Exercise description » When a line contains the string "ErrExist", it counts once; give the total of such lines in the entries below and nothing else.

Records provided »
package store

import (
	"context"
	"errors"
	"fmt"
	"io/fs"
	"os"
	"path/filepath"
	"runtime"
)

// Backup copies the logbook, which others may be writing to, as it stands at one moment to a new file at path, and audits the
// copy. The file appears under its name whole and on the disk, or not at all; one that is there is never replaced, and is an
// error of kind fs.ErrExist. Where the audit finds damage, which the logbook then has too, the copy is kept, and the Report says so.
func (lb *Logbook) Backup(ctx context.Context, path string) (r Report, err error) {
	path, err = locate(path)
	if err != nil {
		return r, err
	}
	defer func() {
		if err != nil {
			err = fmt.Errorf("back up to %s: %w", path, err)
		}
	}()
	if _, err := os.Lstat(path); err == nil {
		return r, taken(path)
	}
	folder, err := os.MkdirTemp(filepath.Dir(path), ".ringbook-backup-*")
	if err != nil {
		return r, err
	}
	defer func() { err = errors.Join(err, os.RemoveAll(folder)) }()
	copied := filepath.Join(folder, "copy.db")
	if err := lb.copyTo(ctx, copied); err != nil {
		return r, err
	}
	if r, err = auditFile(ctx, copied); err != nil {
		return r, err
	}
	if err := syncFile(copied); err != nil {
		return r, err
	}
	// A link, unlike a rename, never takes the place of a file that has come there meanwhile.
	err = os.Link(copied, path)
	if errors.Is(err, fs.ErrExist) {
		return r, taken(path)
	}
	if err != nil { // a file system without links
		if _, there := os.Lstat(path); there == nil {
			return r, taken(path)
		}
		err = os.Rename(copied, path)
	}
	return r, errors.Join(err, syncFolder(filepath.Dir(path)))
}

func taken(path string) error {
	return fmt.Errorf("%s: %w; a backup never takes another's place: name a new file", filepath.Base(path), fs.ErrExist)
}

// copyTo makes a copy of the logbook as it stands at one moment, by one read that no writer waits for. Path must not exist.
func (lb *Logbook) copyTo(ctx context.Context, path string) error {
	conn, err := lb.db.Conn(ctx)
	if err != nil {
		return explain(lb.path, err)
	}
	defer conn.Close()
	var only int // on a connection that refuses to write, SQLite refuses to write the copy
	if err := conn.QueryRowContext(ctx, "PRAGMA query_only").Scan(&only); err != nil {
		return explain(lb.path, err)
	}
	if only != 0 {
		if _, err := conn.ExecContext(ctx, "PRAGMA query_only = 0"); err != nil {
			return explain(lb.path, err)
		}
		defer conn.ExecContext(context.WithoutCancel(ctx), "PRAGMA query_only = 1")
	}
	_, err = conn.ExecContext(ctx, "VACUUM INTO ?", path)
	return explain(lb.path, err)
}

func auditFile(ctx context.Context, path string) (Report, error) {
	lb, err := OpenReadOnly(ctx, path)
	if err != nil {
		return Report{}, err
	}
	r, err := lb.Audit(ctx, nil)
	return r, errors.Join(err, lb.Close())
}

func syncFile(path string) error {
	f, err := os.OpenFile(path, os.O_RDWR, 0)
	if err != nil {
		return err
	}
	return errors.Join(f.Sync(), f.Close())
}

// syncFolder puts a new name in a folder on the disk, where a folder can be opened for that.
func syncFolder(path string) error {
	if runtime.GOOS == "windows" {
		return nil
	}
	f, err := os.Open(path)
	if err != nil {
		return err
	}
	return errors.Join(f.Sync(), f.Close())
}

Expected answer » 3